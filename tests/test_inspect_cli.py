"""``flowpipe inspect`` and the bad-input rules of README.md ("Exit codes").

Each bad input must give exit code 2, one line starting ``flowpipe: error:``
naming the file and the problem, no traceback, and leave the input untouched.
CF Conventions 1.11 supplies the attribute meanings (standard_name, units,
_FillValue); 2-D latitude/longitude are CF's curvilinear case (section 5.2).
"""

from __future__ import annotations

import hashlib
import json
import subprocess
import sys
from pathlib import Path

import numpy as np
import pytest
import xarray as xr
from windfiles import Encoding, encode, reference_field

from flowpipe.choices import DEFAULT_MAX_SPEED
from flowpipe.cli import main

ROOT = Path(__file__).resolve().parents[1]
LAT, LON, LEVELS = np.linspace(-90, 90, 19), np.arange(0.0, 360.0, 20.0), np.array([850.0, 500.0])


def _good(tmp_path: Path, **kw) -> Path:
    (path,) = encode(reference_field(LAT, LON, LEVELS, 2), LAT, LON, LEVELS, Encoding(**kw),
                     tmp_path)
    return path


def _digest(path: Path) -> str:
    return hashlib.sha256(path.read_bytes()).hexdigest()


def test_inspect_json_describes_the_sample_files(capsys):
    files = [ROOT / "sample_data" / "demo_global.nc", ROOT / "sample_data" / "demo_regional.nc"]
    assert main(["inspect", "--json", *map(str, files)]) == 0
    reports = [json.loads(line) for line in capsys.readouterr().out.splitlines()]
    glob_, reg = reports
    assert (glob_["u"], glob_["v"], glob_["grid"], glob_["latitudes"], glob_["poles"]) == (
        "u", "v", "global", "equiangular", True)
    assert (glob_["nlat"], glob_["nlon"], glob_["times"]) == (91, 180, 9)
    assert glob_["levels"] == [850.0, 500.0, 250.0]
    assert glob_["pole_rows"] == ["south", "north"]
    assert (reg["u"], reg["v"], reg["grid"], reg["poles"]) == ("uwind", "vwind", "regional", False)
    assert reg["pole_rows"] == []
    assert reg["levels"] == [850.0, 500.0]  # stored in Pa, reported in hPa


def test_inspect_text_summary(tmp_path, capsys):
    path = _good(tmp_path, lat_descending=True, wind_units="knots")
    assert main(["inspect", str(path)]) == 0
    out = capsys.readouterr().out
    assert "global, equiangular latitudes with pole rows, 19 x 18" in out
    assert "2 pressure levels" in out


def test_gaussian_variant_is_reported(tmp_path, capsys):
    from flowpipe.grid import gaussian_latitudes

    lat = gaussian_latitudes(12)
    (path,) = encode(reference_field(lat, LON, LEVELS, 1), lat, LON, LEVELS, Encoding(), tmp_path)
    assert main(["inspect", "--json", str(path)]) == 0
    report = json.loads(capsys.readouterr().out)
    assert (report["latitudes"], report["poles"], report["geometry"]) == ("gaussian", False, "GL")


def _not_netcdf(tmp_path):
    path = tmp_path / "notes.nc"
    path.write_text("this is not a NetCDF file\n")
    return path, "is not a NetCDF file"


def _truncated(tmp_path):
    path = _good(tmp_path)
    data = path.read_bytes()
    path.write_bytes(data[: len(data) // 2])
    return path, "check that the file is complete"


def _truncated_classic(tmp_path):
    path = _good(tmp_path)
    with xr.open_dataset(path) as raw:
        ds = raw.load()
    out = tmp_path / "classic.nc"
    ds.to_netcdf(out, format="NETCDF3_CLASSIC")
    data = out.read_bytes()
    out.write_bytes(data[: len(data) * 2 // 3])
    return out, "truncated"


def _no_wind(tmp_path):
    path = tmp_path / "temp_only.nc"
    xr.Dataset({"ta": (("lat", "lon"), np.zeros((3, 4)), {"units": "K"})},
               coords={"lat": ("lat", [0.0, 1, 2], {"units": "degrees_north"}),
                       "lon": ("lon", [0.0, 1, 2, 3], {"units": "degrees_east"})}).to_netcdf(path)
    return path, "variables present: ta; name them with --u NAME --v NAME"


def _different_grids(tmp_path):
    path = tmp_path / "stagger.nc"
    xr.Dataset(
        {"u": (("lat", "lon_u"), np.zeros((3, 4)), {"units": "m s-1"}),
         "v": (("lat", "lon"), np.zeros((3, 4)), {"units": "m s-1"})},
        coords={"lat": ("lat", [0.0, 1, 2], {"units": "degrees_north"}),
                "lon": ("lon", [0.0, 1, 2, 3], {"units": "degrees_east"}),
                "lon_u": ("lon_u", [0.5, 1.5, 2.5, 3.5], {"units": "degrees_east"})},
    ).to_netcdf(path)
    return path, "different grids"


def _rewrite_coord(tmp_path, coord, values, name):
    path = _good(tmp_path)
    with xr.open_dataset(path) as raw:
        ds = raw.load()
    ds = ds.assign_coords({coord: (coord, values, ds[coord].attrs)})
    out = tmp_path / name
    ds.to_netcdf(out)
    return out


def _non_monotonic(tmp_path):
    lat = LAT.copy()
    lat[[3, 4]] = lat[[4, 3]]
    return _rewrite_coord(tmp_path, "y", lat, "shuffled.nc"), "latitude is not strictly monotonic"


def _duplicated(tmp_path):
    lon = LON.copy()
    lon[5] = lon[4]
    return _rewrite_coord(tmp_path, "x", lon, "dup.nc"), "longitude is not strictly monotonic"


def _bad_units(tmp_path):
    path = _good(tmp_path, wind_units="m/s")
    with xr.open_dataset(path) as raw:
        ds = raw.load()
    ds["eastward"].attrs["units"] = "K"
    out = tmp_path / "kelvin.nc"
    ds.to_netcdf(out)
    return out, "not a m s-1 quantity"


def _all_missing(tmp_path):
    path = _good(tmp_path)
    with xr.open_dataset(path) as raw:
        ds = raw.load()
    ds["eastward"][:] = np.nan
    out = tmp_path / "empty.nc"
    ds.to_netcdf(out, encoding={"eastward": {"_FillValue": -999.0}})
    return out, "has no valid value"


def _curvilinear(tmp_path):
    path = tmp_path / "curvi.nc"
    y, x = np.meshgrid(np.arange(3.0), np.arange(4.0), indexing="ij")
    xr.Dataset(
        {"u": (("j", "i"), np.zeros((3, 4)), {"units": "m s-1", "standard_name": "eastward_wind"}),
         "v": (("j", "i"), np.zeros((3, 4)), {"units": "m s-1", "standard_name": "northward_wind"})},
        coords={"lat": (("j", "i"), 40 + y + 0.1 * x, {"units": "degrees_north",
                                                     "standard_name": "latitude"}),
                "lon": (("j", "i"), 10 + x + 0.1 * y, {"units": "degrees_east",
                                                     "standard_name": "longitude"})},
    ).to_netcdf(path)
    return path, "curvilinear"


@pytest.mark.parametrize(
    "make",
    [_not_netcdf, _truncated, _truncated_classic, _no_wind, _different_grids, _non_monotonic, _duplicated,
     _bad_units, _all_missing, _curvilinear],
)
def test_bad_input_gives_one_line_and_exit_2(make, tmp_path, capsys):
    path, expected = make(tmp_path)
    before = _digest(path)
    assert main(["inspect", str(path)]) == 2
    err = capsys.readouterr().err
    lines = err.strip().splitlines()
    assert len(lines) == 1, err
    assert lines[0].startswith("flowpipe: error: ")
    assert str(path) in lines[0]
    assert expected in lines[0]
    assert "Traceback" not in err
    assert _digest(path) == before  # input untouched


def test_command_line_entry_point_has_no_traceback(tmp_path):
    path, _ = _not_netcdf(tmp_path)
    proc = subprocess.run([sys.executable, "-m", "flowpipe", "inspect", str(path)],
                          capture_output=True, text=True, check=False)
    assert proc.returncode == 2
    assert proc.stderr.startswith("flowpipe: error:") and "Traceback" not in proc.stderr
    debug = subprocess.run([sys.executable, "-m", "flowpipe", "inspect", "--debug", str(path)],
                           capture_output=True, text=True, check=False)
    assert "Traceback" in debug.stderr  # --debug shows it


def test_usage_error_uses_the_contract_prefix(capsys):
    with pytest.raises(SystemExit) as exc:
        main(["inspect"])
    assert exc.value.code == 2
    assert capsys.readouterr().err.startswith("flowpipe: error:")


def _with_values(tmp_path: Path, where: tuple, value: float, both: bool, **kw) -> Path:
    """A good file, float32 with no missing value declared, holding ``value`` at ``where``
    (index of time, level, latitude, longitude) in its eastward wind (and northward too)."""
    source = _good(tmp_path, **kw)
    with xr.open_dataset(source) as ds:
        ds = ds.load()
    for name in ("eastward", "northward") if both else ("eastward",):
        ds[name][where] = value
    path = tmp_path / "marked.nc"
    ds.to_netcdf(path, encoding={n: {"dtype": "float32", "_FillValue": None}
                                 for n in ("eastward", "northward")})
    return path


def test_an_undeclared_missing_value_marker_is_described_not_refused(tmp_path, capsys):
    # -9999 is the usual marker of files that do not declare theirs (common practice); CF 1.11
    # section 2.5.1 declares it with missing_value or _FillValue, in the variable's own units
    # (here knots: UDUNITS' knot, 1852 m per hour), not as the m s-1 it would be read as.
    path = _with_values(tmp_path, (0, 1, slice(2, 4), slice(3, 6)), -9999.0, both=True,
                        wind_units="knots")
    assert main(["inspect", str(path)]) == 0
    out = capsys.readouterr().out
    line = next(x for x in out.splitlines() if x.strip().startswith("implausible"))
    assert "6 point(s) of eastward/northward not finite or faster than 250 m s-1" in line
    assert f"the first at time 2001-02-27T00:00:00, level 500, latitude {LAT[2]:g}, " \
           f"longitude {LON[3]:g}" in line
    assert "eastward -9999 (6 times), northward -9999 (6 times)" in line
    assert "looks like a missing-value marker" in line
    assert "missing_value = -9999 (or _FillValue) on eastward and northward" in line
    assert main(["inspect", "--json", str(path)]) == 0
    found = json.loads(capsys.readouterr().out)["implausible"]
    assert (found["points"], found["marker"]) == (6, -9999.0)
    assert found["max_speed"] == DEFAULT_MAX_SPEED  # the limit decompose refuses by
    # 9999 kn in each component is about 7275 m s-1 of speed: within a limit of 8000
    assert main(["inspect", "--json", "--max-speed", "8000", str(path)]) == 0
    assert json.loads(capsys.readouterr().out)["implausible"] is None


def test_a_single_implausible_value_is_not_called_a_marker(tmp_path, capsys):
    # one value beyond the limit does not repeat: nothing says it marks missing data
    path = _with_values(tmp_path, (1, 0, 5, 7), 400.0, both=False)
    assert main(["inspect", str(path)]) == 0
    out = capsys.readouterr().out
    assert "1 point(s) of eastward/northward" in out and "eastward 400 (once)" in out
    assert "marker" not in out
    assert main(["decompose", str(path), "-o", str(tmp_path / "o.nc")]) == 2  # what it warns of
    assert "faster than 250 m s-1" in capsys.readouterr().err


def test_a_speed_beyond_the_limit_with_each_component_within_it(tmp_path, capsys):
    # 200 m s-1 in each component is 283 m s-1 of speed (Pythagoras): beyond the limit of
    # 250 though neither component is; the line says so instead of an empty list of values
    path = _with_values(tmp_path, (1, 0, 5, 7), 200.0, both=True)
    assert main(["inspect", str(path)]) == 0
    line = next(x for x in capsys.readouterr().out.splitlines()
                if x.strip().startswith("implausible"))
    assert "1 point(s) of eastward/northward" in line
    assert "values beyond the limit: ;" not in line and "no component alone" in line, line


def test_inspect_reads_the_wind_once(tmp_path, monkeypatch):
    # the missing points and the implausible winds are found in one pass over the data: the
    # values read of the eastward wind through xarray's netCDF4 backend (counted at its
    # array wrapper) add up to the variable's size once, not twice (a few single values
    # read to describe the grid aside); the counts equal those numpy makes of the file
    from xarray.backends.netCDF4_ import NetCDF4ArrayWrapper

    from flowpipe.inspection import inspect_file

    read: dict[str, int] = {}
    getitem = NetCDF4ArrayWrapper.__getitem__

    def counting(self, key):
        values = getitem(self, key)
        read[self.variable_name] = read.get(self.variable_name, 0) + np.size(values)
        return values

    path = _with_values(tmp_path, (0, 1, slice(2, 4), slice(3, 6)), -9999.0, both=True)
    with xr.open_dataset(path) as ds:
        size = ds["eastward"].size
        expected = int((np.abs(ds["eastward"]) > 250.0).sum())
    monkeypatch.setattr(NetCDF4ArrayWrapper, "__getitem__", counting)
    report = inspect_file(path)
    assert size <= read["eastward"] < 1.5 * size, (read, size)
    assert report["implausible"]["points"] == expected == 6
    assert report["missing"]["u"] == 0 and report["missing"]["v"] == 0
...
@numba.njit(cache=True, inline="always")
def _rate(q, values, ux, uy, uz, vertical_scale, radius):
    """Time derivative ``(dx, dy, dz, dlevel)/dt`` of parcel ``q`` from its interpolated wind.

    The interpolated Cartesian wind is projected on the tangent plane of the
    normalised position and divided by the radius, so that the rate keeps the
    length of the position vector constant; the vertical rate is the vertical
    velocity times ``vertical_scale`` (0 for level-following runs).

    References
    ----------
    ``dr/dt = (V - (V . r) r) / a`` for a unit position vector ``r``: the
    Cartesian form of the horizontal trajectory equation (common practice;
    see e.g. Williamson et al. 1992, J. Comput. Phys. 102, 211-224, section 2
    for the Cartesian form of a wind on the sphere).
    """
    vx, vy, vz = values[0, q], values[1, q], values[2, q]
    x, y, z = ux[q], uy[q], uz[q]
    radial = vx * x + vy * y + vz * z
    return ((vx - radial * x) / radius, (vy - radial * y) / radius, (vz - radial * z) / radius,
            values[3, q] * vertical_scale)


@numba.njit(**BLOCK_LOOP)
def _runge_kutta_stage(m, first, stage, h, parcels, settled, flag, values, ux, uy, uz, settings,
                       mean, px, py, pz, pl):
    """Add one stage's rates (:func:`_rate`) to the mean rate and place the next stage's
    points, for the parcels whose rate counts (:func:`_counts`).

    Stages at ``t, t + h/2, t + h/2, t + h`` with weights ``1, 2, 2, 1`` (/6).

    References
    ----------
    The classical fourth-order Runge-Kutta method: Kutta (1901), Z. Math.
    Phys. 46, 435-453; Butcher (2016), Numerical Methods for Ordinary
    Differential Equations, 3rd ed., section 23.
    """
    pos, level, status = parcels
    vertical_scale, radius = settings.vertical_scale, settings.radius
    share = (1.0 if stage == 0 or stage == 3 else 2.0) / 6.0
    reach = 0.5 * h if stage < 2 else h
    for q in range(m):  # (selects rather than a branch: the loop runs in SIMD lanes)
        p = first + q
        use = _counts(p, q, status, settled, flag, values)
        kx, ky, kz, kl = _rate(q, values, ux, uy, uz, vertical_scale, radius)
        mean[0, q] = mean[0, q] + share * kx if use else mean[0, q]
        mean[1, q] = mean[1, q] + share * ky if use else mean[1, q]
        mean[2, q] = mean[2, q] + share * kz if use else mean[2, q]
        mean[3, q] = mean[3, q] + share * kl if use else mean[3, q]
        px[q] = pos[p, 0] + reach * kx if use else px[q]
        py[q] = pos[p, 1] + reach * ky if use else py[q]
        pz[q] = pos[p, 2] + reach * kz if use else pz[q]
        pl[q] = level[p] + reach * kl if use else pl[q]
* * *
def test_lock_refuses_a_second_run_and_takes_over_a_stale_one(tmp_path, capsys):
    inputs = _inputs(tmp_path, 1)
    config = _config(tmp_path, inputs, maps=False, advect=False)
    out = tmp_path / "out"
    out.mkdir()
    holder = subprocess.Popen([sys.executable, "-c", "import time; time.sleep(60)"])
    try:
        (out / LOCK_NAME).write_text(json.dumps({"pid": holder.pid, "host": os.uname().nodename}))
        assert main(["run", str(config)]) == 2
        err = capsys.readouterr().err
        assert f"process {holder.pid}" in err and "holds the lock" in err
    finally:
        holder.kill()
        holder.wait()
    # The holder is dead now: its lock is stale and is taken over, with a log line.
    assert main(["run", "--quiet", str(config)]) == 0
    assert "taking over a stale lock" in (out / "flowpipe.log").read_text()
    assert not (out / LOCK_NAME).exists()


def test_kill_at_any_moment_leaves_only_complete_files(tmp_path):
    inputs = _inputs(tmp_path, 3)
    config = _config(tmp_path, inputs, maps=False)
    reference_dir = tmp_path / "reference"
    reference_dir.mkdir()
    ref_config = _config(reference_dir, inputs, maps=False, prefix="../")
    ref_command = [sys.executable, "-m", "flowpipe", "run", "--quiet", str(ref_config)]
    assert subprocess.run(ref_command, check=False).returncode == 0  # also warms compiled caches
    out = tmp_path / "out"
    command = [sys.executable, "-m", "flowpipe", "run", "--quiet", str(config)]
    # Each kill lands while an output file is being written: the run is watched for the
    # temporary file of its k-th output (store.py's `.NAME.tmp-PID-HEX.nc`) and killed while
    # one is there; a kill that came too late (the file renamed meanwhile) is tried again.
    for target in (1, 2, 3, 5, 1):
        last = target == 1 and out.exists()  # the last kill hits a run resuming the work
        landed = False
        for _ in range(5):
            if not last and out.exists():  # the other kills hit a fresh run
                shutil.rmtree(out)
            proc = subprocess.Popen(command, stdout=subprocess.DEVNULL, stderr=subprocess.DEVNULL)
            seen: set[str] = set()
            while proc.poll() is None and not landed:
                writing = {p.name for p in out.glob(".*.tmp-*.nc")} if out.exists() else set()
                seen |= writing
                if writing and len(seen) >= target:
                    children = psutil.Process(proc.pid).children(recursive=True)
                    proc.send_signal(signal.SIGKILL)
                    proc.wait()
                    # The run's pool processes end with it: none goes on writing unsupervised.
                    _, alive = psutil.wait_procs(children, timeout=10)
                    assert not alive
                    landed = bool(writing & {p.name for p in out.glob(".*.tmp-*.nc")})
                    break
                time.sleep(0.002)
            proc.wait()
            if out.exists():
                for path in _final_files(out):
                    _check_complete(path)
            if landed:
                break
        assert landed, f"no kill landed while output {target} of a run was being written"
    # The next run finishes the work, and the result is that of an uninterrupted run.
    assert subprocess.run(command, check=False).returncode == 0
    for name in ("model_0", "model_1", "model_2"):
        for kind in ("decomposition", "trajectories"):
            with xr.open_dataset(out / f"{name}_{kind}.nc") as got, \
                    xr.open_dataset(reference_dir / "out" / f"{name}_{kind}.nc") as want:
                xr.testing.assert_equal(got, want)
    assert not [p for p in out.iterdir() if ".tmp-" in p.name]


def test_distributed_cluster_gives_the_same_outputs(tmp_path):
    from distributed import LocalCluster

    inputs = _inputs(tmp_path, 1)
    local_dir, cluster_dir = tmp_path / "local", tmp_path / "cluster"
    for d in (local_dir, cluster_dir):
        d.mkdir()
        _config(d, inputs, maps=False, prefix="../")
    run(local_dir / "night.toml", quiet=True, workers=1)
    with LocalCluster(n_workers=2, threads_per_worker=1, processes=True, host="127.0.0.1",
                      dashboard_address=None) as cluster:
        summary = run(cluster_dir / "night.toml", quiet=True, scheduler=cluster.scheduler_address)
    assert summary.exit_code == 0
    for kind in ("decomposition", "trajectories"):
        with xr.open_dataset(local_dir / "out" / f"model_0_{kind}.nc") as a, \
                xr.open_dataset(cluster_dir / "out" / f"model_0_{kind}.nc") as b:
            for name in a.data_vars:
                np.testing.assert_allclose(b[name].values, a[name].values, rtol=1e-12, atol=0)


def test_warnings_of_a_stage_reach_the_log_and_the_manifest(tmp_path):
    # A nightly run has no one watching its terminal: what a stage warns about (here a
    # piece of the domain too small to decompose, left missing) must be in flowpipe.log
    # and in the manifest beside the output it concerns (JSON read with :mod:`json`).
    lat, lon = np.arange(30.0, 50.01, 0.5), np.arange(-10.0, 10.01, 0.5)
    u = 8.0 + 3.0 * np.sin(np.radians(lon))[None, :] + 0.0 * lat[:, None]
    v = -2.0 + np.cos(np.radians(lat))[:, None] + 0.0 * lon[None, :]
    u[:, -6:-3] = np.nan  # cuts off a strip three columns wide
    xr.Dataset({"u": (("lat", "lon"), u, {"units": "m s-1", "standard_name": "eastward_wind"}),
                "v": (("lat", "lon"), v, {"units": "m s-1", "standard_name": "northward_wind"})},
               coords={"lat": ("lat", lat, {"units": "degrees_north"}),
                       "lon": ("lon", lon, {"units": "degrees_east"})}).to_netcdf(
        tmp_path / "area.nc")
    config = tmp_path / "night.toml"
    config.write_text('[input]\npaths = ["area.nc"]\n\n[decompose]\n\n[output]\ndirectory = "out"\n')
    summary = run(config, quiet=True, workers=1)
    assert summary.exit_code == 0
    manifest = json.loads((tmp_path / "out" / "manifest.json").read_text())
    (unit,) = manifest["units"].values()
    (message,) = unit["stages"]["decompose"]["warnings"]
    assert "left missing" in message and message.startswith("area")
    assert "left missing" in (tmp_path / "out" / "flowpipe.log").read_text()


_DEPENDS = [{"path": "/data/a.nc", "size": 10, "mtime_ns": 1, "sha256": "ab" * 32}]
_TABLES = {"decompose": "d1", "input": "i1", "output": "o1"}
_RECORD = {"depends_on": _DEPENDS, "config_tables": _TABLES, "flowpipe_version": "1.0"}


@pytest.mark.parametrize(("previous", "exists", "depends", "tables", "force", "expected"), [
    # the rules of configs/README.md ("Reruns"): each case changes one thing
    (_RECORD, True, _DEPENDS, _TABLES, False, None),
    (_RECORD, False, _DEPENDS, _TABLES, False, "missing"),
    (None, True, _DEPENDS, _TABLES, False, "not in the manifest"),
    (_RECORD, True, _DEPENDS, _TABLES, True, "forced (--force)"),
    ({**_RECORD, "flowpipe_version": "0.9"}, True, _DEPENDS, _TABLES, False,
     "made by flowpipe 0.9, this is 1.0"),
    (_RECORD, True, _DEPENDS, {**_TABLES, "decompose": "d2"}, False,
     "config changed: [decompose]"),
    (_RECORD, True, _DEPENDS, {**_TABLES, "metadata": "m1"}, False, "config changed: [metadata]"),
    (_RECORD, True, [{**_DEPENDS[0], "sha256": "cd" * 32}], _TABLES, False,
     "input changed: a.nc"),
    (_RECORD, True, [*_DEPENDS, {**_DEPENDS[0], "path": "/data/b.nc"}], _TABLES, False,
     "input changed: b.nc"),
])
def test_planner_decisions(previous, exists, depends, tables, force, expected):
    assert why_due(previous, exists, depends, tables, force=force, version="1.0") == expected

Instructions to follow: Could you return exactly the stretch of the data above that starts at the line with "filename tests/test_inspect_cli.py" and ends at the line with "import xarray as xr", both lines included?

Task output:
filename tests/test_inspect_cli.py
"""``flowpipe inspect`` and the bad-input rules of README.md ("Exit codes").

Each bad input must give exit code 2, one line starting ``flowpipe: error:``
naming the file and the problem, no traceback, and leave the input untouched.
CF Conventions 1.11 supplies the attribute meanings (standard_name, units,
_FillValue); 2-D latitude/longitude are CF's curvilinear case (section 5.2).
"""

from __future__ import annotations

import hashlib
import json
import subprocess
import sys
from pathlib import Path

import numpy as np
import pytest
import xarray as xr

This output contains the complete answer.